When Sam visits Frankie, he asks her forgiveness and wants to be her brother and Josh's uncle and father figure. He shows her an old film reel that Jerry shot of a young Sam at a playground. In the film, a girl joins Sam, and Frankie realizes that Jerry had regularly brought her and Sam to play together and thus loved both his children. At this recognition, Frankie accepts Sam as her brother.

== Soundtrack ==

The soundtrack for the film was composed by Academy Award Winner A. R. Rahman. The film marks his first collaboration with Alex Kurtzman. In an interview, Rahman quoted the director's words on film's music: "Alex said [the music] can't be epic, it can't be world music ... I was following his vision, while at the same time sticking to something that I wanted to do." The soundtrack was released 19 June 2012 via Lakeshore Records.

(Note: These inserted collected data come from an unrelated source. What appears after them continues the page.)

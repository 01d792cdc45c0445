"""A raw study file made into a Study, or every problem of it at once."""

from __future__ import annotations

import re
from collections.abc import Sequence
from dataclasses import replace

from designer import freeorder, laws, limits, measuring, oddities, setting, stated, units
from designer.errors import Problem, StudyFileError
from designer.laws import Listed
from designer.noting import Notes, near
from designer.records import Candidate, Condition, Dimension, Heat, Pilot, Study, Vessel
from designer.setting import Setting
from designer.studyfile import Entry, Raw

FREE_ORDER = 0.05  # belief of the alternative where the file says nothing
NOTHING = limits.NOTHING


def build(raw: Raw) -> Study:
    """The study of a raw file, in internal units, with its warnings.

    Raises StudyFileError with every problem found, in the order of the file.
    """
    notes = Notes(raw, list(raw.problems))
    there = setting.build(notes)
    unit = limits.time_unit(notes)
    scene = stated.Scene(there.conditions, there.known, unit)
    listed = laws.Reader(notes, there, scene).all(raw.root.get("candidates"))
    candidates = [one.candidate for one in listed]
    readings = measuring.readings(notes, there, candidates)
    errors = measuring.run_errors(notes, there, readings)
    bounds = limits.limits(notes)
    size = limits.plan(notes, bounds, readings)
    aim = limits.aim(notes, candidates)
    vessel = _vessel(notes)
    limits.feasible(notes, size, bounds, vessel, unit)
    pilots = _pilots(notes, there, scene, listed)
    others = _others(notes, there)
    share = _free_order_share(notes)
    if notes.problems:
        raise StudyFileError(_in_order(raw, notes.problems), raw.name)
    oddities.look(notes, there, candidates, readings, errors, bounds, unit)
    carried, references = _carried(notes, there, candidates, share, unit)
    return Study(
        title=_text(raw, "title"),
        question=_text(raw, "question"),
        candidates=carried,
        conditions=there.conditions,
        constants=(*there.known.items(), *references),
        readings=readings,
        run_errors=errors,
        plan=size,
        limits=bounds,
        aim=aim,
        pilots=pilots,
        vessel=vessel,
        time_unit=unit,
        warnings=tuple(notes.warnings),
        source=raw.text,
        **others,  # type: ignore[arg-type]
    )


def _text(raw: Raw, key: str) -> str:
    entry = raw.root.get(key)
    return entry.value if entry is not None else ""


def _in_order(raw: Raw, problems: Sequence[Problem]) -> list[Problem]:
    """Problems in the order in which their tables stand in the file."""
    tables = {name: place for place, name in enumerate(raw.root.value)}

    def place(problem: Problem) -> tuple[int, int]:
        match = re.match(r"(\w+)(?:\[(\d+)\])?", problem.where)
        if match is None:
            return len(tables), 0
        return tables.get(match[1], len(tables)), int(match[2] or 0)

    return sorted(problems, key=place)


# the free-order alternative


def _free_order_share(notes: Notes) -> float:
    entry = notes.raw.root.get("free_order")
    if entry is None:
        return FREE_ORDER
    if entry.value is False:
        return 0.0
    if 0 <= entry.value < 1:
        return float(entry.value)
    notes.problem(entry.where, "out of range", f"{entry.value}", "a chance from 0 to below 1, or false")
    return FREE_ORDER


def _carried(
    notes: Notes, there: Setting, listed: Sequence[Candidate], share: float, unit: str
) -> tuple[tuple[Candidate, ...], tuple[tuple[str, float], ...]]:
    """Every candidate that is carried, beliefs summing to 1, and the constants the alternative adds."""
    total = sum(candidate.belief for candidate in listed)
    even = tuple(replace(c, belief=c.belief / total) for c in listed)
    if len(there.equations) != 1 or any(len(c.steps) != 1 for c in listed):
        notes.warn(
            "no free-order alternative: it is carried only where there is a single reaction. "
            "A law that is not on the list can go unnoticed"
        )
        return even, ()
    if not share:
        notes.warn(
            "the free-order alternative is left out (free_order): "
            "a law that is not on the list can go unnoticed"
        )
        return even, ()
    (equation,) = there.equations.values()
    dimension = setting.rate_dimension(equation, there.species)
    middle = freeorder.Middle(there.conditions, there.known)
    built = freeorder.build(even, equation, middle, share, dimension, units.unit_of(dimension, unit))
    if built is None:
        notes.warn(
            "no free-order alternative: no listed law has a rate above 0 at the middle of what is on offer"
        )
        return even, ()
    scaled = tuple(replace(c, belief=c.belief * (1 - share)) for c in even)
    return (*scaled, built.candidate), built.constants


# pilots and the smaller tables


def _pilots(notes: Notes, there: Setting, scene: stated.Scene, listed: Sequence[Listed]) -> tuple[Pilot, ...]:
    """Pilots of the candidates and of [[pilots]]; one that is written twice counts once."""
    found = [pilot for one in listed for pilot in one.pilots]
    entry = notes.raw.root.get("pilots")
    first = next(iter(there.equations.values()), None)
    for table in entry.each() if entry is not None else ():
        if table.value is not None and first is not None:
            pilot = stated.pilot(notes, table, first.first_reactant, scene)
            found += [pilot] if pilot is not None else []
    return tuple(dict.fromkeys(found))


def _vessel(notes: Notes) -> Vessel:
    table = notes.raw.root.get("vessel") or NOTHING
    keys = ("volume", "sample", "smallest_pipetted")
    return Vessel(**{key: notes.positive(table.get(key), units.VOLUME) for key in keys})


def _others(notes: Notes, there: Setting) -> dict[str, object]:
    root = notes.raw.root
    conditions = {c.name: c for c in there.conditions}
    caps = _by_condition(notes, root.get("caps"), {n: c.dimension for n, c in conditions.items()})
    _caps(notes, caps, conditions)
    run_before = root.get("already_run")
    known = {n: c.dimension for n, c in conditions.items()} | {"volume": units.VOLUME}
    stocks = {n: c.dimension for n, c in conditions.items() if n != "temperature"}
    return {
        "caps": caps,
        "already_run": None if run_before is None else _by_condition(notes, run_before, known),
        "stocks": _by_condition(notes, root.get("stocks"), stocks),
        "heat": _heat(notes),
        "costs": _costs(notes),
        "stop": _stop(notes),
        "floors": tuple((root.get("floors") or Entry("", ())).value),
    }


def _by_condition(
    notes: Notes, entry: Entry | None, known: dict[str, Dimension]
) -> tuple[tuple[str, float], ...]:
    found = []
    for name, inner in entry.items() if entry is not None else ():
        if name not in known and notes.excused(name):
            continue
        if name not in known:
            notes.problem(inner.where, f"'{name}' is no condition of this study", advice=near(name, known))
            continue
        value = notes.positive(inner, known[name])
        if value is not None:
            found.append((name, value))
    return tuple(found)


def _caps(notes: Notes, caps: tuple[tuple[str, float], ...], conditions: dict[str, Condition]) -> None:
    for name, cap in caps:
        if name not in conditions:
            continue
        condition = conditions[name]
        if condition.high > cap * (1 + 1e-12):
            shown, highest = units.show(cap, condition.unit), units.show(condition.high, condition.unit)
            message = f"what is on offer goes beyond caps.{name}"
            advice = f"Lower the range to {shown}, or raise the cap if it is known to be higher"
            notes.problem(f"conditions.{name}", message, highest, f"at most {shown}", advice)


def _heat(notes: Notes) -> Heat:
    table = notes.raw.root.get("heat") or NOTHING
    reaction = notes.quantity(table.get("reaction"), units.MOLAR_ENERGY)
    return Heat(
        reaction.value if reaction is not None else None,
        notes.positive(table.get("density"), units.MASS_CONCENTRATION),
        notes.positive(table.get("heat_capacity"), units.HEAT_CAPACITY),
    )


def _costs(notes: Notes) -> tuple[tuple[str, float], ...]:
    table = notes.raw.root.get("costs") or NOTHING
    found = [(name, notes.read(entry), entry) for name, entry in table.items()]
    kinds = {quantity.dimension for _, quantity, _ in found if quantity is not None}
    if len(kinds) > 1:
        advice = "Give both as times, or both as numbers"
        notes.problem("costs", "a run and a sample cost in different measures", advice=advice)
    for _, quantity, entry in found:
        if quantity is not None and quantity.value < 0:
            notes.problem(entry.where, "out of range", f"{entry.value}", "0 or more")
    return tuple((name, quantity.value) for name, quantity, _ in found if quantity is not None)


def _stop(notes: Notes) -> tuple[tuple[str, float], ...]:
    table = notes.raw.root.get("stop") or NOTHING
    least, most = table.value.get("least_runs"), table.value.get("most_runs")
    if least is not None and most is not None and least > most:
        advice = "Exchange them"
        notes.problem("stop", "least_runs lies above most_runs", f"{least} and {most}", advice=advice)
    return tuple((name, float(entry.value)) for name, entry in table.items())
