"""The free-order alternative: the law for "none of these" in studies of one reaction.

    r = r0 * f(T) * prod ([X] / x_ref)^n_X

over the species and other conditions that occur in a listed rate and start above 0 everywhere on
offer; x_ref is the middle of what is on offer, f(T) the Arrhenius factor of the most believed
candidate. n_X is normal, cut at 0, with the belief-weighted mean of the listed laws' orders
d ln r / d ln X at the middle and their belief-weighted spread, at least 0.5. ln r0 has mean and SD of
the belief-weighted mixture of the listed laws' ln rate there, their constants' spread included. The
stoichiometry is that of the most believed candidate; ties go to the equation in ``[[reactions]]``.
"""

from __future__ import annotations

import re
from collections.abc import Sequence
from dataclasses import dataclass
from itertools import product
from math import sqrt

import numpy as np

from designer import expressions, plainlaw
from designer.records import Belief, Candidate, Condition, Constant, Dimension, Equation, Step

LEAST_SPREAD = 0.5  # of an order: the alternative must be able to leave the listed laws
NAME = "free order"
NODES = 5  # of Gauss and Hermite, for each constant
MOST_POINTS = 20_000


@dataclass(frozen=True)
class FreeOrder:
    candidate: Candidate
    constants: tuple[tuple[str, float], ...]  # the x_ref, to join the study's own


@dataclass(frozen=True)
class Middle:
    """The point at which orders are taken."""

    conditions: tuple[Condition, ...]
    known: dict[str, float]  # study constants

    @property
    def values(self) -> dict[str, float]:
        """Condition -> its middle."""
        return plainlaw.middles(self.conditions)

    @property
    def temperature(self) -> float | None:
        """Temperature there, K; None where the study has none."""
        return self.values.get("temperature")

    def log_rate(
        self, candidate: Candidate, change: dict[str, float], constants: dict[str, object]
    ) -> np.ndarray:
        """ln of the candidate's rate with some conditions multiplied by exp(change)."""
        moved = {n: v * np.exp(change.get(n, 0.0)) for n, v in self.values.items()}
        bare, concentrations = plainlaw.split(moved, self.conditions)
        names = {"time": 0.0, **self.known, **bare, **constants}
        with np.errstate(all="ignore"):
            return np.log(plainlaw.rate(candidate.steps[0], names, concentrations, concentrations))

    def constants(self, candidate: Candidate) -> dict[str, object]:
        """The candidate's constants at their medians, at this temperature."""
        return {c.name: plainlaw.at_temperature(c, self.temperature) for c in candidate.constants}


def build(
    listed: Sequence[Candidate],
    written: Equation,
    middle: Middle,
    belief: float,
    rate_dimension: Dimension,
    rate_unit: str,
) -> FreeOrder | None:
    """The alternative, or None where no law has a rate above 0 at the middle of what is on offer."""
    laws = [c for c in listed if np.isfinite(middle.log_rate(c, {}, middle.constants(c)))]
    movers = _movers(listed, middle.conditions)
    if not laws or not movers:
        return None
    weights = np.array([law.belief for law in laws])
    weights = weights / weights.sum() if weights.sum() > 0 else np.full(len(laws), 1 / len(laws))
    taken = (
        {name for name in middle.known}
        | {c.name for c in middle.conditions}
        | {"time", "rate", "temperature"}
    )
    names = _names(movers, taken)
    equation = _equation(listed, written)
    size = _size_name(taken)
    text = size + "".join(_factor(condition, *names[condition.name]) for condition in movers)
    orders = [
        Constant(
            names[c.name][1], _order(laws, weights, middle, c), (0.0,) * 7, "", stated="added by the program"
        )
        for c in movers
    ]
    constants = (_size(size, listed, laws, weights, middle, rate_dimension, rate_unit), *orders)
    step = Step(equation, expressions.parse(text), text)
    candidate = Candidate(NAME, belief, (step,), constants, free_order=True)
    references = tuple((names[c.name][0], c.middle) for c in movers)
    return FreeOrder(candidate, references)


def _movers(listed: Sequence[Candidate], conditions: tuple[Condition, ...]) -> list[Condition]:
    found: set[str] = set()
    for candidate in listed:
        for step in candidate.steps:
            found |= {*expressions.species(step.rate), *expressions.names(step.rate)}
    return [c for c in conditions if c.name in found and c.low > 0 and c.name != "temperature"]


def _names(movers: Sequence[Condition], taken: set[str]) -> dict[str, tuple[str, str]]:
    """(name of x_ref, name of n_X) for each, clashing with nothing in the study."""
    out: dict[str, tuple[str, str]] = {}
    used = set(taken) | {_size_name(taken)}
    for condition in movers:
        stem = re.sub(r"\W", "_", condition.name)
        stem = stem if not stem[:1].isdigit() else f"_{stem}"
        while f"{stem}_ref" in used or f"n_{stem}" in used:
            stem += "_"
        out[condition.name] = (f"{stem}_ref", f"n_{stem}")
        used |= set(out[condition.name])
    return out


def _size_name(taken: set[str]) -> str:
    name = "r0"
    while name in taken:
        name += "_"
    return name


def _factor(condition: Condition, reference: str, order: str) -> str:
    quantity = f"[{condition.name}]" if condition.is_species else condition.name
    return f"*({quantity}/{reference})^{order}"


def _equation(listed: Sequence[Candidate], written: Equation) -> Equation:
    most = max(candidate.belief for candidate in listed)
    best = [c.steps[0].equation for c in listed if c.belief > most - 1e-9]
    return written if written in best else best[0]


def _order(laws: Sequence[Candidate], weights: np.ndarray, middle: Middle, condition: Condition) -> Belief:
    step = 1e-4
    found = []
    for law in laws:
        constants = middle.constants(law)
        up, down = (middle.log_rate(law, {condition.name: s}, constants) for s in (step, -step))
        found.append(float(up - down) / (2 * step))
    orders = np.array(found)
    mean = float(weights @ orders)
    spread = sqrt(float(weights @ (orders - mean) ** 2))
    return Belief("positive", mean, max(spread, LEAST_SPREAD))


def _moments(law: Candidate, middle: Middle) -> tuple[float, float]:
    """Mean and variance of ln rate over the law's own constants, by Gauss-Hermite quadrature."""
    free = [c for c in law.constants if c.belief.family != "exact"]
    count = NODES if NODES ** len(free) <= MOST_POINTS else 3
    x, w = np.polynomial.hermite_e.hermegauss(count)
    points = np.array(list(product(x, repeat=len(free)))).reshape(count ** len(free), len(free))
    weight = np.array([np.prod(p) for p in product(w / w.sum(), repeat=len(free))])
    values: dict[str, object] = dict(middle.constants(law))
    for place, constant in enumerate(free):
        values[constant.name] = plainlaw.at_temperature(constant, middle.temperature, points[:, place])
    logs = np.broadcast_to(middle.log_rate(law, {}, values), weight.shape)
    good = np.isfinite(logs)
    weight = weight[good] / weight[good].sum()
    mean = float(weight @ logs[good])
    return mean, float(weight @ (logs[good] - mean) ** 2)


def _size(
    name: str,
    listed: Sequence[Candidate],
    laws: Sequence[Candidate],
    weights: np.ndarray,
    middle: Middle,
    dimension: Dimension,
    unit: str,
) -> Constant:
    moments = np.array([_moments(law, middle) for law in laws])
    mean = float(weights @ moments[:, 0])
    variance = float(weights @ (moments[:, 1] + (moments[:, 0] - mean) ** 2))
    belief = Belief("lognormal", mean, sqrt(max(variance, 1e-12)))
    energy = _energy(listed, middle)
    reference = middle.temperature if energy is not None else None
    return Constant(name, belief, dimension, unit, energy, reference, "added by the program")


def _energy(listed: Sequence[Candidate], middle: Middle) -> Belief | None:
    """Apparent activation energy of the most believed candidate: sum of d ln r / d ln k times E of k."""
    best = max(listed, key=lambda candidate: candidate.belief)
    constants = middle.constants(best)
    mean, variance, found = 0.0, 0.0, False
    for constant in best.constants:
        energy = constant.activation_energy
        if energy is None:
            continue
        found = True
        up, down = (
            middle.log_rate(best, {}, {**constants, constant.name: constants[constant.name] * np.exp(s)})  # type: ignore[operator]
            for s in (1e-4, -1e-4)
        )
        weight = float(up - down) / 2e-4
        mean += weight * energy.centre
        variance += (weight * energy.spread) ** 2
    if not found:
        return None
    return Belief("normal", mean, sqrt(variance)) if variance else Belief("exact", mean)
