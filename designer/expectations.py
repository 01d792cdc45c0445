"""What a plan is expected to bring, beside other plans: the second half of the run sheet.

Figures come from virtual studies and carry one standard error each; they are printed to the digits
that this error supports.
"""

from __future__ import annotations

from collections.abc import Mapping

from designer import wording
from designer.outcomes import Estimate, Inseparable, Plan, Rating
from designer.reasons import sentences
from designer.records import Study
from designer.wording import WIDTH, clock, columns, wrapped

BULLET = "- "


def expectations(study: Study, plan: Plan, letters: Mapping[str, str]) -> list[str]:
    """Lines of the sheet from what to expect to the cautions. letters: of the candidates."""
    blocks = [
        _title("WHAT TO EXPECT"),
        _overall(study, plan),
        _by_law(study, plan, letters),
        _title("BESIDE OTHER PLANS") if plan.alternatives else [],
        _beside(study, plan),
        [line for sentence in sentences(study, plan) for line in wrapped(sentence)],
        _title("WHAT LIMITS THIS PLAN"),
        _limits(plan),
        _title("WARNINGS") if plan.warnings else [],
        [line for text in plan.warnings for line in _bullet(text)],
        _title("CAUTIONS") if plan.cautions else [],
        [line for text in plan.cautions for line in _bullet(text)],
    ]
    return [line for block in blocks for line in block]


def _title(words: str) -> list[str]:
    return ["", words] if words != "WHAT TO EXPECT" else ["-" * WIDTH, words]


def _bullet(text: str) -> list[str]:
    return wrapped(f"{BULLET}{text}", "  ", " " * 4)


def _overall(study: Study, plan: Plan) -> list[str]:
    rating, aim = plan.rating, study.aim
    told = [
        f"In {wording.percent(rating.top)} of {rating.studies} virtual studies the right law comes out on "
        f"top; in {wording.percent(rating.reach)} it reaches the probability of {aim.probability:g} asked "
        "for (among the listed candidates).",
        f"The right law ends with a mean probability of {wording.estimate(rating.mean_probability)} (mean of "
        f"its logarithm {wording.estimate(rating.log_score)}); information on which law holds "
        f"{wording.estimate(rating.information)} nat, {wording.percent(rating.information_share)} of what is "
        "to be known.",
    ]
    told += [
        f"{p.constant}: half of its 95 % range is {wording.percent(p.half_width)} on average under the true "
        f"law; the {100 * p.asked:g} % asked for is met in {wording.percent(p.met)} of studies."
        for p in rating.precision
    ]
    if rating.free_order is not None:
        told.append(
            "The free-order alternative, when a listed law is true, ends with a mean probability of "
            f"{wording.estimate(rating.free_order)} among all candidates."
        )
    if len(plan.runs) > 1:
        gains = wording.listed(f"{run.number}: {wording.estimate(run.gain)}" for run in plan.runs)
        told.append(
            f"Worth added by each run to those before it: run {gains} (worth: share of what is to be known "
            "about the law, weighed against the precision asked for)."
        )
    return [line for text in told for line in _bullet(text)]


def _by_law(study: Study, plan: Plan, letters: Mapping[str, str]) -> list[str]:
    """One row for each candidate as the true law."""
    rating = plan.rating
    reach, spreads = dict(rating.reach_by_law), rating.spreads
    head = ["if this is true", "on top", f"reaches {study.aim.probability:g}", "SE of ln constant"]
    rows = []
    for name, top in rating.top_by_law:
        mine = [f"{s.constant} {wording.estimate(s.spread)}" for s in spreads if s.candidate == name]
        shown = ", ".join(mine) or wording.NONE
        rows.append(
            [f"{letters.get(name, ' ')} {name}", wording.percent(top), wording.percent(reach[name]), shown]
        )
    return ["", *columns(head, rows)]


def _beside(study: Study, plan: Plan) -> list[str]:
    """This plan and every alternative in one table; broken limits named below the row."""
    if not plan.alternatives:
        return []
    constants = [precision.constant for precision in plan.rating.precision]
    head = ["", "on top", f"reaches {study.aim.probability:g}", "mean P(right)"]
    head += [*(f"{name} within" for name in constants), "time"]
    ratings = (plan.rating, *plan.alternatives)
    table = columns(head, [_row(rating, constants) for rating in ratings])
    lines = []
    for number, line in enumerate(table):
        lines.append(line)
        broken = ratings[number - 1].broken if 0 < number <= len(ratings) else ()
        if broken:
            lines += wrapped(f"breaks limits: {'; '.join(broken)}", " " * 6, " " * 8)
    return lines


def _row(rating: Rating, constants: list[str]) -> list[str]:
    widths = {p.constant: wording.percent(p.half_width) for p in rating.precision}
    return [
        rating.name,
        wording.percent(rating.top),
        wording.percent(rating.reach),
        wording.estimate(rating.mean_probability),
        *(widths.get(name, wording.NONE) for name in constants),
        clock(rating.total_time, "h"),
    ]


def _limits(plan: Plan) -> list[str]:
    told = [
        f"It lies at {' and '.join(plan.binding.rsplit(', ', 1))}."
        if plan.binding
        else "No limit of the study holds it back."
    ]
    told += [_together(pair) for pair in plan.inseparable]
    told.append(
        "Rounding to times and amounts a person would write changes its worth by "
        f"{wording.estimate(Estimate(-plan.rounding.value, plan.rounding.error))}."
    )
    told += _trouble((plan.rating, *plan.alternatives))
    return [line for text in told for line in _bullet(text)] + _local(plan)


def _local(plan: Plan) -> list[str]:
    """Local criteria as a table: one row for each candidate, one column for each measure."""
    if not plan.local:
        return []
    kinds = list(dict.fromkeys(local.kind for local in plan.local))
    cells = {(x.candidate, x.kind): f"{x.value:.3g} ({_more(x.margin)})" for x in plan.local}
    names = dict.fromkeys(local.candidate for local in plan.local)
    told = (
        "Local Fisher information at the middle of the beliefs (a sample as the unit, beliefs and errors of "
        "the runs left out; in brackets how much better any other plan within the limits could be at most, "
        "by this measure):"
    )
    head = ["candidate", *(" for ".join(kind.split(" ", 1)) for kind in kinds)]
    rows = [[name, *(cells.get((name, kind), wording.NONE) for kind in kinds)] for name in names]
    return [*_bullet(told), *columns(head, rows, indent="    ")]


def _more(margin: float) -> str:
    """``6.3 %`` better, or from twice as good on ``11 times`` as good."""
    return f"{100 * margin:.2g} %" if margin < 1 else f"{1 + margin:.2g} times"


def _together(pair: Inseparable) -> str:
    start = (
        f"'{pair.first}' and '{pair.second}' predict the same on the levers offered: no schedule of these "
        "runs separates them. "
    )
    if not pair.levers:
        return start + "Freeing one of the fixed conditions would not either; another kind of reading might."
    amounts = [f"{name} by {'10 K' if name == 'temperature' else 'a factor of 2'}" for name in pair.levers]
    return start + f"Vary {wording.listed(amounts, 'or')}: that would."


def _trouble(ratings: tuple[Rating, ...]) -> list[str]:
    """Everything numerical that went less than smoothly, counted plan by plan."""
    if not any(rating.doubtful or rating.repaired or rating.unsolved for rating in ratings):
        return ["Numerical trouble: none, in this plan or in those beside it."]
    told = [
        f"'{rating.name}' {rating.doubtful} of {rating.studies} ({rating.repaired})" for rating in ratings
    ]
    unsolved = [
        f"{count} of '{name}' under '{rating.name}'" for rating in ratings for name, count in rating.unsolved
    ]
    return [
        "Numerical trouble, virtual studies whose probabilities are still in doubt (in brackets: evidences "
        f"computed again by quadrature): {', '.join(told)}.",
        f"Draws whose curve could not be computed and are left out: {', '.join(unsolved) or 'none'}.",
    ]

In the movie, when Sam first puts on one of Jerry's records, the song "Fast as a Shark" can be heard in the background.

== Home media ==
People Like Us was released on Blu-ray, DVD, and digital download on 2 October 2012 from Touchstone Home Entertainment. The release was produced in two different physical packages: a 2-disc combo pack (Blu-ray and DVD), and a 1-disc DVD.

== Reception ==
On Rotten Tomatoes, the film holds a rating of 52% based on 117 reviews, with an average score of 5.70/10. The site's critical consensus reads, "Though calculated and melodramatic, People Like Us benefits from a pair of solid leads and its rare screenplay that caters to adult filmgoers." On Metacritic, the film has a score of 49 out of 100, based on 31 critics, indicating "mixed or average reviews".